Statistical analysis

Continuous data were summarized using median and interquartile range (IQR), and categorical variables were summarized using frequency and percentage. The role of APRI and FIB-4 fibrosis markers as predictors of all-cause mortality was assessed using semiparametric Cox proportional hazard regression, after adjusting for known predictors of post-HAART mortality, including pre-HAART peak HIV viral load (copies/ml), pre-HAART nadir CD4 count (cells/µl) and evidence of clinical AIDS pre-HAART. Pre-HAART nadir CD4 was a categorical variable based upon CD4 cut-points (<100, 100–200, 200–350, >350 cells/µl). Specifically, different models were constructed for APRI and FIB-4 in which each fibrosis marker was expressed as either a continuous (log-transformed) or categorical (mild, moderate, severe) variable. APRI and FIB-4 marker levels were treated as time-dependent with the most current (last available) used for these analyses. The cut-points used to categorize fibrosis severity were derived from previous studies of these markers and were as follows: APRI (<0.5 mild, 0.5–1.5 moderate, >1.5 severe) and FIB-4 (<1.5 mild, 1.5–3.25 moderate, >3.25 severe) [8,9]. As the date of HCV infection was unknown, and the risk of mortality is fundamentally associated with age, we utilized age as the timescale for the analysis in conjunction with left truncation (staggered entry) methods. Individuals contributed at-risk time to the analysis beginning at their age at the index visit.

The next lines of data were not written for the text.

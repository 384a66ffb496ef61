package bench

import (
	"fmt"
	"net/http"
	"time"

	"tenthmark/calc"
	"tenthmark/session"
)

// entry is a burette in the register with what its runs say about it.
type entry struct {
	session.Entry
	MPEML     float64      `json:"mpe_mL,omitempty"`     // limit of its class; left out where no table has one
	LastRun   string       `json:"last_run,omitempty"`   // the run whose curve is in force
	LastOn    session.Time `json:"last_on"`              // when that was signed; null: never calibrated
	DueOn     session.Time `json:"due_on"`               // null: no interval agreed, or never calibrated
	Overdue   bool         `json:"overdue"`              //
	OpenRun   string       `json:"open_run,omitempty"`   // the newest run that is not closed yet
	OpenState string       `json:"open_state,omitempty"` //
}

func describeEntry(book *session.Book, e *session.Entry, now time.Time) entry {
	out := entry{Entry: *e}
	if mpe, err := calc.Limit(e.Standard, e.Class, e.CapacityML.Float(), e.SubdivisionML.Float()); err == nil {
		out.MPEML = mpe.LimitML
	}
	if s, err := book.CurveInForce(e.Name, now); err == nil {
		out.LastRun, out.LastOn = s.ID, s.FinishedAt
		if e.IntervalMonths > 0 {
			out.DueOn = session.At(s.FinishedAt.AddDate(0, e.IntervalMonths, 0))
			out.Overdue = now.After(out.DueOn.Time)
		}
	}
	for _, r := range book.Runs {
		if r.Opening.Burette.Name == e.Name && (r.State == session.Open || r.State == session.Suspended || r.State == session.Finished) && r.ID > out.OpenRun {
			out.OpenRun, out.OpenState = r.ID, string(r.State)
		}
	}
	return out
}

func (b *Bench) burettes(c *call) error {
	list := []entry{}
	err := b.view(c.Context(), func(book *session.Book) error {
		for _, e := range book.BuretteList() {
			list = append(list, describeEntry(book, e, b.Now()))
		}
		return nil
	})
	if err != nil {
		return err
	}
	return c.reply(http.StatusOK, map[string]any{"burettes": list})
}

func (b *Bench) burette(c *call) error {
	return b.replyBurette(c, http.StatusOK, c.PathValue("burette"))
}

func (b *Bench) replyBurette(c *call, status int, name string) error {
	var out entry
	err := b.view(c.Context(), func(book *session.Book) error {
		e := book.Burettes[name]
		if e == nil {
			return session.Refuse("unknown-burette", fmt.Sprintf("There is no burette %q in the register.", name), "Register it first, or check the name.")
		}
		out = describeEntry(book, e, b.Now())
		return nil
	})
	if err != nil {
		return err
	}
	return c.reply(status, out)
}

func (b *Bench) registerBurette(c *call) error {
	q, err := read[session.Burette](c, maxBody)
	if err != nil {
		return err
	}
	if _, err := b.do(c, func(book *session.Book) ([]session.Draft, error) { return book.Register(q) }); err != nil {
		return err
	}
	c.w.Header().Set("Location", api+"/burettes/"+q.Name)
	return b.replyBurette(c, http.StatusCreated, q.Name)
}

// changeRequest is the whole new entry and why.
type changeRequest struct {
	session.Burette
	Reason string `json:"reason"`
}

func (b *Bench) changeBurette(c *call) error {
	q, err := read[changeRequest](c, maxBody)
	if err != nil {
		return err
	}
	name := c.PathValue("burette")
	if q.Name != "" && q.Name != name {
		return session.Refuse("bad-burette", fmt.Sprintf("The entry names burette %s, the path burette %s.", q.Name, name), "A burette keeps its name for ever.")
	}
	q.Name = name
	if _, err := b.do(c, func(book *session.Book) ([]session.Draft, error) { return book.Change(q.Burette, q.Reason) }); err != nil {
		return err
	}
	return b.replyBurette(c, http.StatusOK, name)
}
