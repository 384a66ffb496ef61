package settle

import "time"

// arming decides whether the load has moved since the last weight was taken.
//
// Two references are kept. The near one follows a load that drifts slowly while it
// rests, so that an evaporating vessel is not taken again; a step of ReArmG away from
// it re-arms. The far one stays at the taken weight; ten times the step away from
// it re-arms too, so that a slow trickle cannot carry the near one along for ever.
type arming struct {
	armed  bool
	any    bool          // a weight was taken before
	takenG float64       // the far reference
	nearG  float64       // the near reference
	moved  time.Duration // when the load first moved away
	since  time.Duration // since when it is away
	isAway bool
	dark   bool // the display was blank since: perhaps tared
	tared  bool // the balance was told to tare: its zero counts
}

const farSteps = 10

func (a *arming) observe(at time.Duration, massG float64, stable bool, opt Options) {
	if a.armed || !a.any {
		if !a.any && a.moved == 0 {
			a.moved = at
		}
		return
	}
	if a.tared && stable && distance(massG, 0) <= opt.BandG {
		a.armed, a.moved = true, at
		return
	}
	step := opt.ReArmG
	if a.dark && stable {
		step = opt.BandG
	}
	if distance(massG, a.nearG) <= step && distance(massG, a.takenG) <= farSteps*opt.ReArmG {
		a.isAway = false
		return
	}
	if !a.isAway {
		a.isAway, a.since = true, at
	}
	if stable || at-a.since >= opt.ReArmHold {
		a.armed, a.moved = true, a.since
	}
}

// follow lets the near reference drift with a load at rest.
func (a *arming) follow(w *window, dwell time.Duration) {
	if !a.armed && !a.isAway && w.length() >= dwell {
		a.nearG = w.middle()
		a.dark = false
	}
}

// away: the load is certainly another one.
func (a *arming) away(at time.Duration) {
	if !a.armed {
		a.armed, a.moved = true, at
	}
}

// blank: after a dark display a small change counts, because it may be a tare.
func (a *arming) blank() { a.dark, a.isAway = true, false }

// break_: what was away before a gap may have come back in it.
func (a *arming) break_() { a.isAway = false }

func (a *arming) taken(at time.Duration, massG float64) {
	*a = arming{any: true, takenG: massG, nearG: massG, moved: at}
}
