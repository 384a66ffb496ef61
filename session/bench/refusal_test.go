package bench

import (
	"fmt"
	"net/http"
	"strings"
	"testing"

	"tenthmark/session"
)

// facts gives the numbers of a run's entered facts by what they are.
func (l *laboratory) firstReading(run string) int64 { return l.look(run).Deliveries[0].Start.Fact }

// Whatever is refused says why and what to do, with a status that programs understand,
// and leaves no trace in the ledger.
func TestRefusals(t *testing.T) {
	l, run := opened(t, shortPlan)
	l.must(200, "POST", run+"/facts", `{"reading":"0.00"}`)
	l.settle("45.1000")
	weight := l.look(run).Deliveries[0].Before.Fact
	reading := l.firstReading(run)
	runs := "/api/v1/runs"
	tests := []struct {
		name, method, path, body string
		status                   int
		code                     string
	}{
		{"reading outside the scale", "POST", run + "/facts", `{"reading":"50.01"}`, 422, "reading-outside-scale"},
		{"reading below zero", "POST", run + "/facts", `{"reading":"-0.01"}`, 422, "reading-outside-scale"},
		{"reading up the scale", "POST", run + "/facts", `{"reading":"0.00"}`, 422, "reading-order"},
		{"text that is no number", "POST", run + "/facts", `{"reading":"ten"}`, 422, "bad-number"},
		{"infinity", "POST", run + "/facts", `{"reading":"inf"}`, 422, "bad-number"},
		{"an exponent", "POST", run + "/facts", `{"reading":1e1}`, 422, "bad-number"},
		{"two decimal points", "POST", run + "/facts", `{"reading":"1.0.2"}`, 422, "bad-number"},
		{"too many digits", "POST", run + "/facts", `{"reading":"1.0000000000000000000001"}`, 422, "bad-number"},
		{"hot water", "POST", run + "/facts", `{"water_temp_C":"80"}`, 422, "water-temp-out-of-range"},
		{"one value good, one bad: none is recorded", "POST", run + "/facts", `{"reading":"10.02","water_temp_C":"2"}`, 422, "water-temp-out-of-range"},
		{"pressure in another unit", "POST", run + "/facts", `{"ambient":{"air_temp_C":"21","pressure_hPa":"760","humidity_pct":"450"}}`, 422, "ambient-out-of-range"},
		{"half an ambient", "POST", run + "/facts", `{"ambient":{"air_temp_C":"21"}}`, 422, "ambient-out-of-range"},
		{"nothing entered", "POST", run + "/facts", `{}`, 422, "nothing-entered"},
		{"meant for another delivery", "POST", run + "/facts", `{"reading":"10.02","delivery":2}`, 409, "not-awaited"},
		{"meant for another role", "POST", run + "/facts", `{"reading":"10.02","role":"start"}`, 409, "not-awaited"},
		{"unknown field", "POST", run + "/facts", `{"readng":"10.02"}`, 400, "bad-json"},
		{"a time of one's own", "POST", run + "/facts", `{"reading":"10.02","at":"1999-01-01T00:00:00Z"}`, 400, "bad-json"},
		{"wrong type", "POST", run + "/facts", `{"delivery":"one"}`, 400, "bad-json"},
		{"an array", "POST", run + "/facts", `[]`, 400, "bad-json"},
		{"cut off", "POST", run + "/facts", `{"reading":"10.0`, 400, "bad-json"},
		{"two objects", "POST", run + "/facts", `{"reading":"10.02"}{"reading":"10.03"}`, 400, "bad-json"},
		{"oversize body", "POST", run + "/facts", `{"reading":"` + strings.Repeat("1", maxBody) + `"}`, 413, "too-large"},
		{"unknown run", "POST", runs + "/B-99-20261201-1/facts", `{"reading":"1"}`, 404, "unknown-run"},
		{"unknown run looked at", "GET", runs + "/B-99-20261201-1", ``, 404, "unknown-run"},
		{"second run on a busy station", "POST", runs, openBody(shortPlan), 409, "station-busy"},
		{"unknown burette", "POST", runs, `{"burette":"B-99","station":"bench-1"}`, 404, "unknown-burette"},
		{"unknown station", "POST", runs, `{"burette":"B-07","station":"bench-9"}`, 404, "unknown-station"},
		{"a balance that is not there", "POST", runs, `{"burette":"B-07","station":"bench-2"}`, 409, "station-offline"},
		{"points that do not rise", "POST", runs, `{"burette":"B-07","station":"bench-2","plan":{"points_mL":["20","10"]}}`, 422, "bad-plan"},
		{"an unknown pattern", "POST", runs, `{"burette":"B-07","station":"bench-2","plan":{"reading_pattern":"zigzag"}}`, 422, "bad-plan"},
		{"nothing to supersede", "POST", runs, `{"burette":"B-07","station":"bench-2","supersedes":"B-07-20250101-1"}`, 409, "cannot-supersede"},
		{"amend without a reason", "POST", run + "/amend", fmt.Sprintf(`{"fact":%d,"value":"0.02","reason":" \t "}`, reading), 422, "reason-missing"},
		{"amend a weight", "POST", run + "/amend", fmt.Sprintf(`{"fact":%d,"value":"45.2","reason":"r"}`, weight), 422, "weight-not-amendable"},
		{"amend what is not there", "POST", run + "/amend", `{"fact":9999,"value":"1","reason":"r"}`, 422, "no-such-fact"},
		{"amend outside the scale", "POST", run + "/amend", fmt.Sprintf(`{"fact":%d,"value":"77","reason":"r"}`, reading), 422, "reading-outside-scale"},
		{"amend a field that is not there", "POST", run + "/amend", fmt.Sprintf(`{"fact":%d,"field":"colour","value":"1","reason":"r"}`, reading), 422, "bad-field"},
		{"void without a reason", "POST", run + "/void", `{"delivery":1,"reason":""}`, 422, "reason-missing"},
		{"a reason that is a book", "POST", run + "/void", `{"delivery":1,"reason":"` + strings.Repeat("x", 501) + `"}`, 422, "reason-too-long"},
		{"void what is not there", "POST", run + "/void", `{"delivery":77,"reason":"r"}`, 422, "no-such-delivery"},
		{"void what has not begun", "POST", run + "/void", `{"delivery":3,"reason":"r"}`, 409, "nothing-to-void"},
		{"answer without a doubt", "POST", run + "/answer", `{"delivery":1,"reason":"r"}`, 409, "no-doubt"},
		{"take what was not seen", "POST", run + "/take", `{"seen":9999,"reason":"r"}`, 422, "no-such-weight"},
		{"take without a reason", "POST", run + "/take", `{"seen":1}`, 422, "reason-missing"},
		{"resume what is open", "POST", run + "/resume", `{"reason":"r"}`, 409, "wrong-state"},
		{"suspend without a reason", "POST", run + "/suspend", `{}`, 422, "reason-missing"},
		{"reopen what is open", "POST", run + "/reopen", `{"reason":"r"}`, 409, "wrong-state"},
		{"finish too early", "POST", run + "/finish", `{"meaning":"performed"}`, 409, "run-incomplete"},
		{"sign another meaning", "POST", run + "/finish", `{"meaning":"reviewed"}`, 422, "bad-meaning"},
		{"review too early", "POST", run + "/review", `{"meaning":"reviewed"}`, 409, "wrong-state"},
		{"review the changes too early", "POST", run + "/trail-review", `{"meaning":"trail-reviewed"}`, 409, "wrong-state"},
		{"a name given twice", "POST", "/api/v1/burettes", burette50, 409, "burette-exists"},
		{"a name that is a path", "POST", "/api/v1/burettes", `{"burette":"../x","capacity_mL":50,"subdivision_mL":0.1,"class":"A"}`, 422, "bad-name"},
		{"no class", "POST", "/api/v1/burettes", `{"burette":"B-08","capacity_mL":50,"subdivision_mL":0.1}`, 422, "bad-burette"},
		{"change without a reason", "PUT", "/api/v1/burettes/B-07", burette50, 422, "reason-missing"},
		{"rename", "PUT", "/api/v1/burettes/B-08", burette50, 422, "bad-burette"},
		{"change what is not there", "PUT", "/api/v1/burettes/B-09", `{"capacity_mL":50,"subdivision_mL":0.1,"class":"A","reason":"r"}`, 404, "unknown-burette"},
		{"a burette that is not there", "GET", "/api/v1/burettes/B-09", ``, 404, "unknown-burette"},
		{"no curve yet", "GET", "/api/v1/curves/B-07", ``, 404, "no-curve-in-force"},
		{"no such day", "GET", "/api/v1/curves/B-07?at=yesterday", ``, 422, "bad-time"},
		{"curve of an unknown burette", "POST", "/api/v1/curves/B-09/titrations", `{"rows":[{"start":"0","end":"1"}]}`, 404, "unknown-burette"},
		{"an empty table", "POST", "/api/v1/curves/B-07/titrations", `{"rows":[]}`, 422, "bad-table"},
		{"no checkpoint yet", "GET", "/api/v1/ledger/checkpoint", ``, 404, "no-checkpoint"},
		{"no backup here", "POST", "/api/v1/ledger/backup", `{"file":"x"}`, 501, "no-backup"},
		{"no document yet", "GET", run + "/documents/run.json", ``, 404, "no-document"},
		{"a limit that is none", "GET", "/api/v1/runs?limit=many", ``, 400, "bad-query"},
		{"a page after nothing", "GET", "/api/v1/runs?after=B-1", ``, 400, "bad-query"},
		{"an event number that is none", "GET", "/api/v1/stream?last_event_id=x", ``, 400, "bad-query"},
		{"wrong method", "DELETE", run, ``, 405, "wrong-method"},
		{"wrong method for facts", "PUT", run + "/facts", `{"reading":"1"}`, 405, "wrong-method"},
		{"no such call", "GET", "/api/v2/runs", ``, 404, "no-such-call"},
		{"no such page", "GET", "/page.go", ``, 404, "unknown-page"},
		{"post to a page", "POST", "/", `{}`, 405, "wrong-method"},
		{"sign in where it is off", "POST", "/api/v1/sign-in", `{"operator":"a","secret":"b"}`, 422, "sign-in-off"},
		{"tare a balance that is not there", "POST", "/api/v1/stations/bench-2/tare", ``, 409, "station-offline"},
		{"tare no station", "POST", "/api/v1/stations/bench-7/tare", ``, 404, "unknown-station"},
		{"no printed name", "POST", "/api/v1/operators", `{"operator":"x","roles":["operator"]}`, 422, "bad-operator"},
		{"an unknown role", "POST", "/api/v1/operators", `{"operator":"x","name":"X","roles":["chief"]}`, 422, "bad-operator"},
		{"duties that must be apart", "POST", "/api/v1/operators", `{"operator":"x","name":"X","roles":["operator","administrator"]}`, 422, "bad-operator"},
		{"nobody of that name", "PUT", "/api/v1/operators/x", `{"name":"X","roles":["operator"],"reason":"r"}`, 404, "unknown-operator"},
	}
	before := len(l.record.all())
	for _, test := range tests {
		t.Run(test.name, func(t *testing.T) {
			a := l.call(test.method, test.path, test.body)
			p := into[problem](t, a)
			if a.status != test.status || p.Code != test.code {
				t.Errorf("got %d %s, want %d %s: %s", a.status, p.Code, test.status, test.code, a.text)
			}
			if p.Status != a.status || p.Detail == "" || p.Hint == "" || a.header.Get("Content-Type") != "application/problem+json" {
				t.Errorf("the problem document is not whole: %s", a.text)
			}
			if now := len(l.record.all()); now != before {
				t.Errorf("the refused call left %d events in the ledger", now-before)
			}
		})
	}
}

// With every call that changes something: no name, no change. Requirement 1.
func TestNobodyChangesAnything(t *testing.T) {
	l, run := opened(t, shortPlan)
	l.operator = ""
	before := len(l.record.all())
	replace := strings.NewReplacer("/api/v1/runs/{run}", run, "{burette}", "B-07", "{station}", "bench-1", "{operator}", "x")
	for _, rt := range routes {
		if len(rt.records) == 0 || rt.act == "" || rt.act == session.ActLook {
			continue
		}
		if a := l.call(rt.method, replace.Replace(rt.path), `{}`); a.status != http.StatusUnauthorized || a.code() != "who-acts" {
			t.Errorf("%s %s by nobody: %d %s", rt.method, rt.path, a.status, a.text)
		}
	}
	l.operator = "two words"
	if a := l.call("POST", run+"/facts", `{"reading":"1"}`); a.code() != "bad-name" {
		t.Errorf("a name that is none: %d %s", a.status, a.text)
	}
	if now := len(l.record.all()); now != before {
		t.Errorf("%d events were recorded", now-before)
	}
}

func TestOtherSitesChangeNothing(t *testing.T) {
	l, run := opened(t, shortPlan)
	before := len(l.record.all())
	header := func(name, value string) func(*http.Request) {
		return func(r *http.Request) { r.Header.Set(name, value) }
	}
	tests := []struct {
		name   string
		change func(*http.Request)
		status int
		code   string
	}{
		{"a page of another site, by its fetch metadata", header("Sec-Fetch-Site", "cross-site"), 403, "other-site"},
		{"a page of a sibling site", header("Sec-Fetch-Site", "same-site"), 403, "other-site"},
		{"a page of another site, by its origin", header("Origin", "https://elsewhere.example"), 403, "other-site"},
		{"a page without an origin", header("Origin", "null"), 403, "other-site"},
		{"a form", header("Content-Type", "text/plain"), 415, "not-json"},
		{"a name that leads here by a foreign name server", func(r *http.Request) { r.Host = "elsewhere.example" }, 421, "other-host"},
	}
	for _, test := range tests {
		t.Run(test.name, func(t *testing.T) {
			a := l.call("POST", run+"/facts", `{"reading":"0.00"}`, test.change)
			if a.status != test.status || a.code() != test.code {
				t.Errorf("got %d %s, want %d %s", a.status, a.code(), test.status, test.code)
			}
		})
	}
	if now := len(l.record.all()); now != before {
		t.Errorf("%d events were recorded", now-before)
	}
	a := l.call("POST", run+"/facts", `{"reading":"0.00"}`, header("Sec-Fetch-Site", "same-origin"), header("Origin", l.server.URL))
	if a.status != 200 {
		t.Errorf("the page itself is refused: %d %s", a.status, a.text)
	}
}

func TestEveryAnswerCarriesItsProtection(t *testing.T) {
	l := open(t, nil)
	for _, path := range []string{"/", "/bench.css", "/start.js", "/api/v1/health", "/api/v1/nothing", "/api/openapi.json"} {
		a := l.call("GET", path, "")
		csp := a.header.Get("Content-Security-Policy")
		if !strings.Contains(csp, "default-src 'none'") || strings.Contains(csp, "unsafe") || a.header.Get("X-Content-Type-Options") != "nosniff" {
			t.Errorf("%s: policy %q", path, csp)
		}
	}
}

// An error that nobody foresaw shows a reference that the log line carries too, and not
// what it was.
func TestUnknownCausesCarryAReference(t *testing.T) {
	var log strings.Builder
	l := open(t, func(o *Options) { o.Log = logTo(&log) })
	l.must(201, "POST", "/api/v1/burettes", burette50)
	l.record.mu.Lock()
	l.record.fail = fmt.Errorf("append: input/output error at sector 7")
	l.record.mu.Unlock()
	a := l.call("POST", "/api/v1/runs", openBody(shortPlan))
	p := into[problem](t, a)
	if a.status != 500 || p.Reference == "" || strings.Contains(string(a.text), "sector") || !strings.Contains(log.String(), p.Reference) || !strings.Contains(log.String(), "sector 7") {
		t.Errorf("answer %d %s\nlog %s", a.status, a.text, log.String())
	}
	if a := l.call("GET", "/api/v1/health", ""); a.status != 503 || !strings.Contains(string(a.text), `"trouble"`) {
		t.Errorf("health: %d %s", a.status, a.text)
	}
}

In addition to modeling all-cause mortality, deaths were also classified as liver-related and nonliver-related for the subgroup of women who had at least two fibrosis marker measurements within the 5 years prior to death. Although the total number of liver-related deaths was not sufficient for a multivariate survival analysis (n = 27), longitudinal profiles of APRI and FIB-4 marker levels were compared among women with liver-related and nonliver-related deaths. For these analyses, linear random effects regression modeling was conducted to compare the liver-related and nonliver-related death groups, with time measured as years from death, and log10 transformation of fibrosis marker levels to make the data approximately normally distributed. To account for any nonlinearity, the model also included a smooth trend with time, which was allowed to vary between the liver-related and nonliver-related death groups. To estimate trends, spline models were utilized [13]. All data analyses were performed using SAS (SAS Institute Inc., Cary, North Carolina, USA) and S-Plus (Insightful Corp., Seattle, Washington, USA).

Results

Patient population

There were 450 HCV/HIV-co-infected women over 35 years of age who had at least one liver fibrosis marker (APRI or FIB-4) measurement post-HAART initiation (Table 1). Of these, 191 women died during follow-up. The characteristics of the study population at index visit, including those who died and those who survived are shown in Table 1. The median age of the women at index visit was 43 years (IQR 40–47 years). Two-thirds (62%) of the participants were non-Hispanic black (n = 281) and 20% (n = 92) were Hispanic. The majority of women reported abstinence from alcohol at their index visit; however, 18% were moderate-to-heavy drinkers. Only 17 (1.8)% of women were treated for HCV and 5% had diabetes. The 450 women included in these analyses participated in a total of 5739 WIHS visits. Median follow-up time was 6.6 years (IQR 3.2–9.8 years).

Table 1.

Characteristics of 450 HIV-positive, hepatitis C virus-positive women in Women’s Interagency HIV Study on HAART at index visit.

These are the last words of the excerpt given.